Choc per la finanza di Pechino e non solo. Un fondo di investimento, CEQ1, ha annunciato default per il 31 gennaio, giorno in cui non sarà in grado di pagare agli investitori un prodotto giunto in scadenza per 3 miliardi di yuan, pari a 496 milioni di dollari.
Gli effetti di questo crac annunciato potrebbero essere più gravi di quanto si tema, in quanto la Cina è malata da eccesso di credito all’economia. Tra il 2008 e oggi, i finanziamenti concessi dalle banche e dal sistema bancario ombra (“shadow banking”) sono esplosi da 9 mila miliardi a 23 mila miliardi di dollari, passando dal 75% al 200% del pil.
Solo nel 2014, le aziende cinesi dovranno pagare interessi sui debiti per oltre mille miliardi di dollari, quasi il 10% del pil.
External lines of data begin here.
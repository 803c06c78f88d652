"""``report.pdf`` of a layout comparison: a cover, then one finding sheet per changed finding.

Pages (landscape, the paper of :func:`floorfit.report.pdf.page_layout`): a cover with the
headline (WORSE, WORSE IN PLACES, BETTER, UNCHANGED), the counts of changes, the station pairs
lost and gained and the list of sheets; then one sheet for every finding that appeared or got
worse (drawn on AFTER) and every finding that disappeared (drawn on BEFORE, as it was), in the
comparison's order. A sheet is the finding sheet of :mod:`floorfit.report.pdf` (close-up at a
standard scale, the vehicle at the deciding pose, dimension lines, bounding entities, remedy)
with the finding's number in its own layout's report, plus what changed. Every page carries the
same title block as a check's report (the sheet's own layout's drawing file and hash; the cover
names AFTER) and the cautions line. Findings that got better or stayed as they were get no sheet.
"""

from __future__ import annotations

import io
from collections.abc import Sequence
from pathlib import Path
from typing import Any

from matplotlib import rc_context
from matplotlib.backends.backend_pdf import PdfPages
from matplotlib.figure import Figure
from matplotlib.patches import Rectangle

from floorfit.report.bounding_entities import sheet_obstacles
from floorfit.report.kinds import kind_style
from floorfit.report.pdf import (
    _BAD,
    _INK,
    _MUTED,
    _OK,
    PageLayout,
    _finding_sheet,
    _fit,
    _footer,
    _header,
    _heading,
    _metadata,
    _page,
    _wrapped,
    page_layout,
)
from floorfit.report.project import ProjectInfo, TitleBlock, title_block
from floorfit.report.sheets import Sheet, build_sheets

__all__ = ["SHEET_CHANGES", "changed_findings", "render_comparison_pdf"]

#: The changes that get a sheet, and the layout each is drawn on.
SHEET_CHANGES = {"appeared": "after", "worse": "after", "disappeared": "before"}
_CHANGE_WORDS = {"appeared": "appeared in AFTER (not in BEFORE)", "worse": "worse in AFTER than in BEFORE",
                 "disappeared": "gone in AFTER (shown as it was in BEFORE)"}


def changed_findings(comparison: Any) -> list[Any]:
    """The changes that get a sheet (appeared, worse, disappeared), in the comparison's order."""
    return [c for c in comparison.changes if c.change in SHEET_CHANGES]


def _finding(change: Any) -> Any:
    return change.before if SHEET_CHANGES[change.change] == "before" else change.after


def _sheets(comparison: Any, changes: Sequence[Any], layout: PageLayout) -> dict[int, tuple[str, Sheet]]:
    """Sheet of each changed finding, keyed by the finding's id(): (side, sheet)."""
    out: dict[int, tuple[str, Sheet]] = {}
    for side in ("before", "after"):
        result = getattr(comparison, side)
        mine = [_finding(c) for c in changes if SHEET_CHANGES[c.change] == side]
        if mine:
            for sheet in build_sheets(result, viewport_mm=layout.viewport, only=mine):
                out[id(sheet.finding)] = (side, sheet)
    return out


def _name(path: Any) -> str:
    return Path(str(path)).name


def _change_lines(change: Any, comparison: Any) -> str:
    """What changed, in words (the sheet's extra line)."""
    text = f"Change: {_CHANGE_WORDS[change.change]}"
    if change.what:
        text += ": " + "; ".join(change.what)
    if change.before is not None and change.after is not None and change.distance_m:
        text += f" (matched {change.distance_m:.2f} m apart)"
    return text + "."


def _change_sheet(comparison: Any, change: Any, side: str, sheet: Sheet, layout: PageLayout, tb: TitleBlock,
                  obstacles: Any) -> Figure:
    result = getattr(comparison, side)
    fig = _finding_sheet(result, layout, tb, sheet, obstacles)
    ax = fig.axes[0]
    m = layout.margin
    top = layout.height - m
    colour = _OK if change.change == "disappeared" else _BAD
    ax.text(layout.width - m - 4, top - 3.6, f"{change.change.upper()} · {side.upper()} layout "
            f"({_name(result.plan.source)})", fontsize=7.5, color="#ffffff", va="center", ha="right",
            fontweight="bold", parse_math=False)
    ax.add_patch(Rectangle((layout.width - m - 3.0, top - layout.header), 3.0, layout.header, facecolor=colour,
                           edgecolor="none"))
    vy = layout.content_top - layout.viewport[1]
    ax.text(m, vy - 5.4, _fit(_change_lines(change, comparison), layout.viewport[0] + 40, 6.6), fontsize=6.6,
            color=colour, va="top", ha="left", fontweight="bold", parse_math=False)
    return fig


def _cover(comparison: Any, layout: PageLayout, tb: TitleBlock, listed: list[tuple[Any, str, Sheet]],
           pages: int) -> Figure:
    fig, ax = _page(layout)
    before, after = comparison.before, comparison.after
    project = tb.project
    title = project.name or (f"{after.vehicle.name}: {_name(before.plan.source)} → {_name(after.plan.source)}")
    kicker = "floorfit · layout comparison" + (f" · revision {project.revision}" if project.revision else "")
    _header(ax, layout, kicker, _fit(title, layout.width - 2 * layout.margin - 8, 12.5))
    m = layout.margin
    w = layout.width - 2 * m
    y = layout.content_top
    head = comparison.headline
    good = head in ("BETTER", "UNCHANGED")
    ax.add_patch(Rectangle((m, y - 14), w, 14, facecolor="#e3f3ee" if good else "#fbe9e3",
                           edgecolor=_OK if good else _BAD, linewidth=0.8))
    ax.text(m + 5, y - 4.8, head, fontsize=15, fontweight="bold", color=_OK if good else _BAD, va="center")
    c = comparison.counts()
    line = (f"BEFORE {_name(before.plan.source)} → AFTER {_name(after.plan.source)} for {after.vehicle.name}: "
            f"{len(comparison.pairs_lost)} station pairs lost, {len(comparison.pairs_gained)} gained; findings "
            f"{c['appeared']} appeared, {c['worse']} worse, {c['disappeared']} disappeared, {c['better']} better, "
            f"{c['unchanged']} unchanged")
    ax.text(m + 5, y - 10.6, _fit(line, w - 10, 7.4), fontsize=7.4, color=_INK, va="center", parse_math=False)
    y -= 19
    pairs = [f"lost: {a} ↔ {b}" for a, b in comparison.pairs_lost]
    pairs += [f"gained: {a} ↔ {b}" for a, b in comparison.pairs_gained]
    if pairs:
        y = _heading(ax, m, y, "station pairs", w)
        y = _wrapped(ax, m, y, w, "; ".join(pairs), size=7.0) - 1.6
    y = _heading(ax, m, y, "sheets", w)
    limit = max(int((y - layout.content_bottom) / 3.4) - 1, 3)
    for i, (change, side, sheet) in enumerate(listed):
        if i >= limit:
            ax.text(m, y, f"… and {len(listed) - i} more sheets", fontsize=6.8, va="top", color=_MUTED)
            break
        f = sheet.finding
        where = f.label or f"({f.x:.1f}, {f.y:.1f}) m"
        text = (f"{change.change} · {side.upper()} finding {sheet.number} ({f.id}) · "
                f"{kind_style(f.kind).title.lower()} ({f.cause}) · {where}")
        if change.what:
            text += " · " + "; ".join(change.what)
        ax.text(m, y, _fit(text, w - 20, 6.8), fontsize=6.8, va="top", color=_INK, parse_math=False)
        ax.text(m + w, y, f"sheet {i + 2}", fontsize=6.8, va="top", ha="right", color=_MUTED)
        y -= 3.4
    if not listed:
        ax.text(m, y, "No finding appeared, got worse or disappeared.", fontsize=7, va="top", color=_INK)
    return fig


def render_comparison_pdf(comparison: Any, *, project: ProjectInfo | None = None, paper: str = "a4") -> bytes:
    """The comparison's PDF as bytes (reproducible: no clock, fixed metadata)."""
    layout = page_layout(paper)
    changes = changed_findings(comparison)
    sheets = _sheets(comparison, changes, layout)
    listed = [(c, *sheets[id(_finding(c))]) for c in changes if id(_finding(c)) in sheets]
    pages = 1 + len(listed)
    blocks = {side: title_block(getattr(comparison, side), project) for side in ("before", "after")}
    obstacles = {side: sheet_obstacles(getattr(comparison, side)) for side in ("before", "after")
                 if any(s == side for _c, s, _sh in listed)}
    meta = _metadata(comparison.after, blocks["after"])
    meta["Title"] = (f"floorfit comparison: {_name(comparison.before.plan.source)} → "
                     f"{_name(comparison.after.plan.source)}")
    meta["Subject"] = "vehicle fit comparison of two floor plans"
    buf = io.BytesIO()
    with rc_context({"pdf.fonttype": 3, "pdf.compression": 6, "path.simplify": False,
                     "font.family": "DejaVu Sans", "hatch.linewidth": 0.4}):
        with PdfPages(buf, metadata=meta) as pdf:
            fig = _cover(comparison, layout, blocks["after"], listed, pages)
            _footer(fig.axes[0], layout, blocks["after"], 1, pages)
            pdf.savefig(fig)
            for i, (change, side, sheet) in enumerate(listed):
                fig = _change_sheet(comparison, change, side, sheet, layout, blocks[side], obstacles[side])
                _footer(fig.axes[0], layout, blocks[side], 2 + i, pages)
                pdf.savefig(fig)
    return buf.getvalue()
Adesso, si teme che molte possano fare la fine di CEQ1, ossia che non siano in grado di rispettare le scadenze con gli investitori e questo porti a un crollo della finanza asiatica, che non potrebbe che coinvolgere pure i mercati globali, visto che parliamo della seconda economia del pianeta.
Il default del 31 gennaio è figlio di quella crescita impetuosa della moneta, che è servita in questi ultimi anni ad allontanare il rischio di un collasso finanziario in Cina, com’è avvenuto negli USA nel 2008 con Lehman Brothers.
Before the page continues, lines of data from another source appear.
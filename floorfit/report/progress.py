"""A small progress display for long runs, on standard error.

On a terminal it keeps one line up to date (``\\r``); when standard error is not a
terminal (a log file, CI) it prints one plain line per stage instead; with
``quiet=True`` it prints nothing.
"""

from __future__ import annotations

import sys
import time
from typing import TextIO

__all__ = ["Progress"]


class Progress:
    """Stages of a run with an optional count inside each.

    >>> import io
    >>> p = Progress(stream=io.StringIO())
    >>> p.stage("drawing figures")
    >>> p.done()
    """

    def __init__(self, total_stages: int | None = None, *, quiet: bool = False,
                 stream: TextIO | None = None, prefix: str = "floorfit"):
        self.stream = sys.stderr if stream is None else stream
        self.quiet = quiet
        self.total = total_stages
        self.prefix = prefix
        self.index = 0
        self.name = ""
        is_tty = getattr(self.stream, "isatty", None)
        self.live = bool(is_tty and is_tty()) and not quiet
        self._width = 0
        self._started = time.monotonic()
        self._last_draw = 0.0

    def _counter(self) -> str:
        return f"[{self.index}/{self.total}] " if self.total else ""

    def _draw(self, text: str) -> None:
        line = f"{self.prefix}: {text}"
        pad = max(self._width - len(line), 0)
        self.stream.write("\r" + line + " " * pad)
        self.stream.flush()
        self._width = len(line)

    def stage(self, name: str) -> None:
        """Start the next stage called ``name``."""
        self.index += 1
        self.name = name
        if self.quiet:
            return
        if self.live:
            self._draw(f"{self._counter()}{name}")
        else:
            self.stream.write(f"{self.prefix}: {self._counter()}{name}\n")
            self.stream.flush()

    def update(self, done: int, total: int | None = None) -> None:
        """Report ``done`` of ``total`` items in the current stage (terminal only, at most
        ten redraws a second)."""
        if not self.live:
            return
        now = time.monotonic()
        if now - self._last_draw < 0.1 and (total is None or done < total):
            return
        self._last_draw = now
        amount = f"{done}/{total}" if total else str(done)
        self._draw(f"{self._counter()}{self.name} {amount}")

    def done(self, message: str | None = None) -> None:
        """Finish: clear the live line (or print ``message`` as a plain line)."""
        if self.quiet:
            return
        if self.live:
            self.stream.write("\r" + " " * self._width + "\r")
            self._width = 0
        if message:
            elapsed = time.monotonic() - self._started
            self.stream.write(f"{self.prefix}: {message} ({elapsed:.1f} s)\n")
        self.stream.flush()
Nel 2013, l’M2, l’aggregato monetario che include il contante e i depositi a vista e a breve, è cresciuto del 13,6%, ma stando ai nuovi metodi di calcolo, sarebbe aumentato del 20%, una percentuale spropositata, che avrebbe incentivato la corsa dei prezzi immobiliari, cresciuti in un solo anno del 20%. E proprio il mercato immobiliare cinese ha alimentato la bolla del credito.